[Listed records Boundary: Start]
from regionmap.cells import COMPASS_16
from regionmap.constants import RHO_WATER_KG_M3
from regionmap.errors import InputError
from regionmap.products.concern import DEFAULT_CRITERIA, ConcernCriteria
from regionmap.products.summaries import (
    _BAND_ASPECT,
    LayerSnapshot,
    _as_utc_array,
    _check_alignment,
    _positions,
    _times_of,
    band_label,
    decode_snapshot,
    running_snowfall_at,
)
from regionmap.snow.codes import CRUST_INDEX, GRAIN_INDEX, PERSISTENT_CODES
from regionmap.snow.stability import (
    DEPTH_WINDOW_M,
    GRAIN_SIZE_DIFF_MIN_MM,
    HARDNESS_DIFF_MIN,
    N_CRITERIA,
    interface_scores_column,
)

__all__ = [
    "PROBLEMS",
    "PROBLEM_LABELS",
    "LIKELIHOOD_CLASSES",
    "DEEP_SLAB_M",
    "SLAB_MIN_CM",
    "WIND_SLAB_RECENT_DAYS",
    "LWC_INDEX_REFERENCE_FRAC",
    "CRITICAL_NEW_SNOW_CM",
    "lwc_index_mitterer2011",
    "skier_shear_stress_fohn1987",
    "skier_reach",
    "BelowWindowCriteria",
    "interface_scores",
    "cell_problems",
    "problem_table",
    "problems_at",
    "likelihood_class",
    "problem_sentences",
    "problem_flags",
]

#: the problems, in the order of the conceptual model of avalanche hazard (Statham et al. 2018)
PROBLEMS: tuple[str, ...] = (
    "new_snow",
    "wind_slab",
    "persistent_slab",
    "deep_persistent_slab",
    "wet_snow",
)
PROBLEM_LABELS: dict[str, str] = {
    "new_snow": "new snow",
    "wind_slab": "wind slab",
    "persistent_slab": "persistent slab",
    "deep_persistent_slab": "deep persistent slab",
    "wet_snow": "wet snow",
}
#: the stability index each problem's sensitivity comes from
PROBLEM_INDEX: dict[str, str] = {
    "new_snow": "new snow 72 h / critical new-snow depth",
    "wind_slab": "threshold sum at the slab's base / critical sum",
    "persistent_slab": "threshold sum of the weak layer / 6",
    "deep_persistent_slab": "threshold sum of the weak layer / 6",
    "wet_snow": "LWC index (Mitterer et al. 2011)",
}
#: weak layers whose top lies deeper than this are deep persistent slabs [m]: the lower edge
#: of the threshold sum's critical depth window, 0.94 m (Schweizer & Jamieson 2007 [mem])
DEEP_SLAB_M: float = DEPTH_WINDOW_M[1]
#: a wind slab or a wet slab needs at least this much snow above its weak interface [cm]
#: (the upper edge of the critical depth window, 0.18 m below the surface; Schweizer &
#: Jamieson 2007 [mem])
SLAB_MIN_CM: float = DEPTH_WINDOW_M[0] * 100.0
#: wind-deposited layers count as a wind slab for this many days after deposition (ours;
#: common practice: wind slabs mostly stabilise within days)
WIND_SLAB_RECENT_DAYS: float = 7.0
#: the skier as a line load on the snow surface [N m-1] (Föhn 1987 [mem])
SKIER_LINE_LOAD_N_M: float = 780.0
#: critical new-snow depth (lower, upper end) [cm] for a poor and a fair bond to the old
#: surface: unfavourable and mixed conditions of Swiss practice (Schweizer et al. 2003 [mem];
#: common practice)
CRITICAL_NEW_SNOW_CM: dict[str, tuple[float, float]] = {"poor": (10.0, 20.0), "fair": (20.0, 30.0)}
#: mean volumetric liquid water content of the column at which the LWC index is 1 (3 %,
#: Mitterer et al. 2011 [mem])
LWC_INDEX_REFERENCE_FRAC: float = 0.03
#: the lower limit of the 'wet' liquid-water class, by volume (Fierz et al. 2009, Table 3.3)
WET_CLASS_FRAC: float = 0.03
#: the column counts as wet to the ground when its bottom layer and at least this share of its
#: depth hold liquid water (ours)
WET_TO_GROUND_SHARE: float = 0.5
#: likelihood classes (terms of Statham et al. 2018) by the likelihood proxy: upper edges (ours)
LIKELIHOOD_CLASSES: tuple[tuple[str, float], ...] = (
    ("unlikely", 0.1),
    ("possible", 0.3),
    ("likely", 0.6),
    ("very likely", np.inf),
)

_PERSISTENT = np.zeros(max(GRAIN_INDEX.values()) + 1, bool)
_PERSISTENT[[GRAIN_INDEX[c] for c in PERSISTENT_CODES]] = True
_IF = GRAIN_INDEX["IF"]
_MFCR = GRAIN_INDEX["MFcr"]
_NO_CRUST = CRUST_INDEX["none"]


# --------------------------------------------------------------------------- physics
def lwc_index_mitterer2011(
    liquid_kg_m2: np.ndarray, thickness_m: np.ndarray, *, axis: int = -1
) -> np.ndarray:
    """Liquid-water-content index of a snow column (Mitterer et al. 2011).

    Parameters
    ----------
    liquid_kg_m2 : ndarray (..., layer) float64
        Liquid water of each layer [kg m-2] (0 in unused slots).
    thickness_m : ndarray (..., layer) float64
        Layer thickness [m] (0 in unused slots).
    axis : the layer axis.

    Returns
    -------
    ndarray (...) float64
        Thickness-weighted mean volumetric liquid water content of the column divided by 3 %
        [1]; NaN where the column has no snow.

    Notes
    -----
    LWC_index = θ̄_w / 0.03 with θ̄_w = Σ θ_k h_k / Σ h_k = (Σ L_k / ρ_w) / H; an index of 1
    marked the onset of wet-snow avalanche activity in Mitterer et al. (2011), Ann. Glaciol.
    52(58), 201-208, doi:10.3189/172756411797252077 (recalled from memory).
    """
    water_m = np.sum(np.asarray(liquid_kg_m2, dtype=np.float64), axis=axis) / RHO_WATER_KG_M3
    depth_m = np.sum(np.asarray(thickness_m, dtype=np.float64), axis=axis)
    with np.errstate(invalid="ignore", divide="ignore"):
        return np.where(depth_m > 0, water_m / depth_m / LWC_INDEX_REFERENCE_FRAC, np.nan)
[Listed records Boundary: End]
→ Exercise:
Print only the lines from the one with "ndarray (...) float64" to the end of the records, both included.

→ Worked solution:
    ndarray (...) float64
        Thickness-weighted mean volumetric liquid water content of the column divided by 3 %
        [1]; NaN where the column has no snow.

    Notes
    -----
    LWC_index = θ̄_w / 0.03 with θ̄_w = Σ θ_k h_k / Σ h_k = (Σ L_k / ρ_w) / H; an index of 1
    marked the onset of wet-snow avalanche activity in Mitterer et al. (2011), Ann. Glaciol.
    52(58), 201-208, doi:10.3189/172756411797252077 (recalled from memory).
    """
    water_m = np.sum(np.asarray(liquid_kg_m2, dtype=np.float64), axis=axis) / RHO_WATER_KG_M3
    depth_m = np.sum(np.asarray(thickness_m, dtype=np.float64), axis=axis)
    with np.errstate(invalid="ignore", divide="ignore"):
        return np.where(depth_m > 0, water_m / depth_m / LWC_INDEX_REFERENCE_FRAC, np.nan)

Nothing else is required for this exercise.